Stored items:
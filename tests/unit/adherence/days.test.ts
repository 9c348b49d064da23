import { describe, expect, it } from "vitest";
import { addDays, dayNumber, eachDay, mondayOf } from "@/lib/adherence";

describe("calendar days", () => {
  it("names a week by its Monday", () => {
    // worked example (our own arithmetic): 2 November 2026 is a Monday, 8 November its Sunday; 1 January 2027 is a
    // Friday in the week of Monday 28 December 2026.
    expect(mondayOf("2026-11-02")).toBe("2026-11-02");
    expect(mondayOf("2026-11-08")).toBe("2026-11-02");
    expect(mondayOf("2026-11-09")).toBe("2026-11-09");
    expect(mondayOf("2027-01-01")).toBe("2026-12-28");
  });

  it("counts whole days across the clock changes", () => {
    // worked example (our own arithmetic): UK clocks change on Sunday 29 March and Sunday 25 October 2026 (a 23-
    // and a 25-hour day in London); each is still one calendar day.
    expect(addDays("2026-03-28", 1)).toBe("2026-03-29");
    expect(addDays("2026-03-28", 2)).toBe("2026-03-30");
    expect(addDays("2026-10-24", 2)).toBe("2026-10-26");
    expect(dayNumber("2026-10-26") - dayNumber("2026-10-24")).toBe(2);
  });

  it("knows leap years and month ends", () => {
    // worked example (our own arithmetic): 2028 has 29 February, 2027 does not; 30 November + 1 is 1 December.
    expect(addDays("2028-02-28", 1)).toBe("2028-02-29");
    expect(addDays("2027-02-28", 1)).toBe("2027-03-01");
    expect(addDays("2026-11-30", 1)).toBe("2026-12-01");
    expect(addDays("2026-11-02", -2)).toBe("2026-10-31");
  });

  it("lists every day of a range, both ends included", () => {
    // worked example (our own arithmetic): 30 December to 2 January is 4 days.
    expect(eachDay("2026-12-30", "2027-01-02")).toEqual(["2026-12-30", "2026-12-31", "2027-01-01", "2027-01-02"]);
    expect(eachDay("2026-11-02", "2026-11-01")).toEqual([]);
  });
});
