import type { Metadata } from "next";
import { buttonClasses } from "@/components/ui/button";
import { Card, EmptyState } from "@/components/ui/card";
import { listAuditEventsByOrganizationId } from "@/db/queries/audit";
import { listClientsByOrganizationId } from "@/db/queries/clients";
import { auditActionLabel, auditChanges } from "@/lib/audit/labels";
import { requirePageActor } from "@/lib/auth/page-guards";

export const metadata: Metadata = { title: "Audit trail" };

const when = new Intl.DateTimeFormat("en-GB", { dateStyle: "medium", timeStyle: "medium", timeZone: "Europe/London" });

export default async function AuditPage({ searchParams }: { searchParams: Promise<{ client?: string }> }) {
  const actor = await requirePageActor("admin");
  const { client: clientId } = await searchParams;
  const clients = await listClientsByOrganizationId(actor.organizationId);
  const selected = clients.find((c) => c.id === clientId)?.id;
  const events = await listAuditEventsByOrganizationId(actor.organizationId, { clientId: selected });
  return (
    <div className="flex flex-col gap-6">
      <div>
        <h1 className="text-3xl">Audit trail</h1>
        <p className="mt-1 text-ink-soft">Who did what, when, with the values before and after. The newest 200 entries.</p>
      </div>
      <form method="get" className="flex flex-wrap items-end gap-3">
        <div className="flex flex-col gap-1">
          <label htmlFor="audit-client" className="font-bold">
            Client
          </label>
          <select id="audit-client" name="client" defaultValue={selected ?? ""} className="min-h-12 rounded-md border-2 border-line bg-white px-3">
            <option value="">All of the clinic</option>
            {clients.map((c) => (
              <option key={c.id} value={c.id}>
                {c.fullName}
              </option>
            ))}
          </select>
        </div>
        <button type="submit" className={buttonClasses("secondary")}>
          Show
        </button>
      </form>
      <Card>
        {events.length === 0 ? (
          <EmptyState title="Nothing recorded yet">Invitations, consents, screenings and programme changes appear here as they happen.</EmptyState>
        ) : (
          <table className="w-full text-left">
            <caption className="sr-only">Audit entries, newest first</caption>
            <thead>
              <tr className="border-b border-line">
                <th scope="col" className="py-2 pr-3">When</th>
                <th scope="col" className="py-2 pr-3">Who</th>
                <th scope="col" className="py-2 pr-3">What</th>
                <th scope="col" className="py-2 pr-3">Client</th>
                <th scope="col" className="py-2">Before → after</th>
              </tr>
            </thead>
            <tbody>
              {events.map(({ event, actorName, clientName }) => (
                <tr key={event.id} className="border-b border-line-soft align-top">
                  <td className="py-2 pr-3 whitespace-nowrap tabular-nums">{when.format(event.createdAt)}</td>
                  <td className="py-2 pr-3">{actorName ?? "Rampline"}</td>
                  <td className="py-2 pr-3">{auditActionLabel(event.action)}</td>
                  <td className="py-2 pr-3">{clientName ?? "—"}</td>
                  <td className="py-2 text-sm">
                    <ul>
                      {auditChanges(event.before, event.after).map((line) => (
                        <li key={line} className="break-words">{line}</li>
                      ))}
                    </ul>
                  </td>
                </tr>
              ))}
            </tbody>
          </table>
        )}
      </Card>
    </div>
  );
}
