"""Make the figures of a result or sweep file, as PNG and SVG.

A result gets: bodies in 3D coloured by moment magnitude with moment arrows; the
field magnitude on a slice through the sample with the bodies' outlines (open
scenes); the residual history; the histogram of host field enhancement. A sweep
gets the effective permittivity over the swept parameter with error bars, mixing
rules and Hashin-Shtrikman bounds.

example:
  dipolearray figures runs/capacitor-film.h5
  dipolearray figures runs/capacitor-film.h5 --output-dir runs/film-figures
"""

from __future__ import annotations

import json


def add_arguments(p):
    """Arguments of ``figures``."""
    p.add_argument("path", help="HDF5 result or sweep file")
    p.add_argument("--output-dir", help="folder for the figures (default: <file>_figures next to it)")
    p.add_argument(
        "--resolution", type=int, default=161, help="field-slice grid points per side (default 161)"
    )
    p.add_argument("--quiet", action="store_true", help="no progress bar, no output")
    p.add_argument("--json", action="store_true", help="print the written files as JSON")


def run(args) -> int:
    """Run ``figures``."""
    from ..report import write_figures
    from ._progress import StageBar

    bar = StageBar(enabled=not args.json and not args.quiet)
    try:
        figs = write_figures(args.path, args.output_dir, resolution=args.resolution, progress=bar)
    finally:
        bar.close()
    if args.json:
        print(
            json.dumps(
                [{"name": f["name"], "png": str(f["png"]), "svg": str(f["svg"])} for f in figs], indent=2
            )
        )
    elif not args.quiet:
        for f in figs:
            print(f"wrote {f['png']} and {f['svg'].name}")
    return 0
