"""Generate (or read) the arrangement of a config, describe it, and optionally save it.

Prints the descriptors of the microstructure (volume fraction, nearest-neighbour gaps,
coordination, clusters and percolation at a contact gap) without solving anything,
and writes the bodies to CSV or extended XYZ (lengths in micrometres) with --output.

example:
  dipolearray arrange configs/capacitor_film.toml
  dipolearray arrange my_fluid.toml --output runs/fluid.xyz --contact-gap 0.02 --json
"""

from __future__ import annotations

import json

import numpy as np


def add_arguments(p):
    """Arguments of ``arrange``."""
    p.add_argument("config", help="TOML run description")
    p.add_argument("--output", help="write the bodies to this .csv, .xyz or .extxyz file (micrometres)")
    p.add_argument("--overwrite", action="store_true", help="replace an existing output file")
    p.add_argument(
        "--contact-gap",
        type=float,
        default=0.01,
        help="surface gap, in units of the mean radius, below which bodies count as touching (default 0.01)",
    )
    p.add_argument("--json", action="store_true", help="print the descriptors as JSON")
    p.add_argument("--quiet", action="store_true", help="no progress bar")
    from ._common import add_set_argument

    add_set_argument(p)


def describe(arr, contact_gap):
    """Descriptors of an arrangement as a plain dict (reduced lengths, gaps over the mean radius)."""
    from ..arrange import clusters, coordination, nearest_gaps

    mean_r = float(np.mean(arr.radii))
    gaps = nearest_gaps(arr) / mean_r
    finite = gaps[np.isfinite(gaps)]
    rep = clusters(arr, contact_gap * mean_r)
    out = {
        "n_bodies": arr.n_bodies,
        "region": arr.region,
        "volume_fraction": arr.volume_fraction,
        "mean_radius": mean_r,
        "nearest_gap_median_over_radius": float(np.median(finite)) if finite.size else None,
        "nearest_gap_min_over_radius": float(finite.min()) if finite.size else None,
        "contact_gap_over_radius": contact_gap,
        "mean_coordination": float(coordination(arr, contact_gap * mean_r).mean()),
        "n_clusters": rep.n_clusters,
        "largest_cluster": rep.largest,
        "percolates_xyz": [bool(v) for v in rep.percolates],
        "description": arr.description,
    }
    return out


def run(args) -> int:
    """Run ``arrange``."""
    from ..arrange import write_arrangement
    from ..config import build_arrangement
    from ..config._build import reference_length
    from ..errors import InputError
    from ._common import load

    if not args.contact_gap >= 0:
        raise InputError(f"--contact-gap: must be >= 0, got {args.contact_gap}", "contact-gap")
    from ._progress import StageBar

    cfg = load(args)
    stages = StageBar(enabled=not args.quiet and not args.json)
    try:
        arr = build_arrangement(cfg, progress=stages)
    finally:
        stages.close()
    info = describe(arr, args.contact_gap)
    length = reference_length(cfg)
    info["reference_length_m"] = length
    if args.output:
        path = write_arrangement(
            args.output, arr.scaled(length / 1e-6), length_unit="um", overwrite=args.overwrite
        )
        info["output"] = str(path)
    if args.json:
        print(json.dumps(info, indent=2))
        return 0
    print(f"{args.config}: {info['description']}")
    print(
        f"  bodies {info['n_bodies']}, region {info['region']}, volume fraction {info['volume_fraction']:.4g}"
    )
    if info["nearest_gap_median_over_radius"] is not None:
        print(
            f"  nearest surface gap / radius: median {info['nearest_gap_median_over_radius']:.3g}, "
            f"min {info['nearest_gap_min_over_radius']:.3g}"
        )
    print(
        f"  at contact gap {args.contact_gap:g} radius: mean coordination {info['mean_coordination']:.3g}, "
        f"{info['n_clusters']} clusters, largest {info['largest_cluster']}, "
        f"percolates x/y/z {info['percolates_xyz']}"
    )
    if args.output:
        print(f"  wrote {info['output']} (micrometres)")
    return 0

REQUIRED WORK:
Would you please reproduce the records above exactly, only from their first line through the line holding "28 December 2026.", with both ends included?

RESPONSE BELOW:
filename tests/unit/adherence/days.test.ts
repository 9c348b49d064da23
import { describe, expect, it } from "vitest";
import { addDays, dayNumber, eachDay, mondayOf } from "@/lib/adherence";

describe("calendar days", () => {
  it("names a week by its Monday", () => {
    // worked example (our own arithmetic): 2 November 2026 is a Monday, 8 November its Sunday; 1 January 2027 is a
    // Friday in the week of Monday 28 December 2026.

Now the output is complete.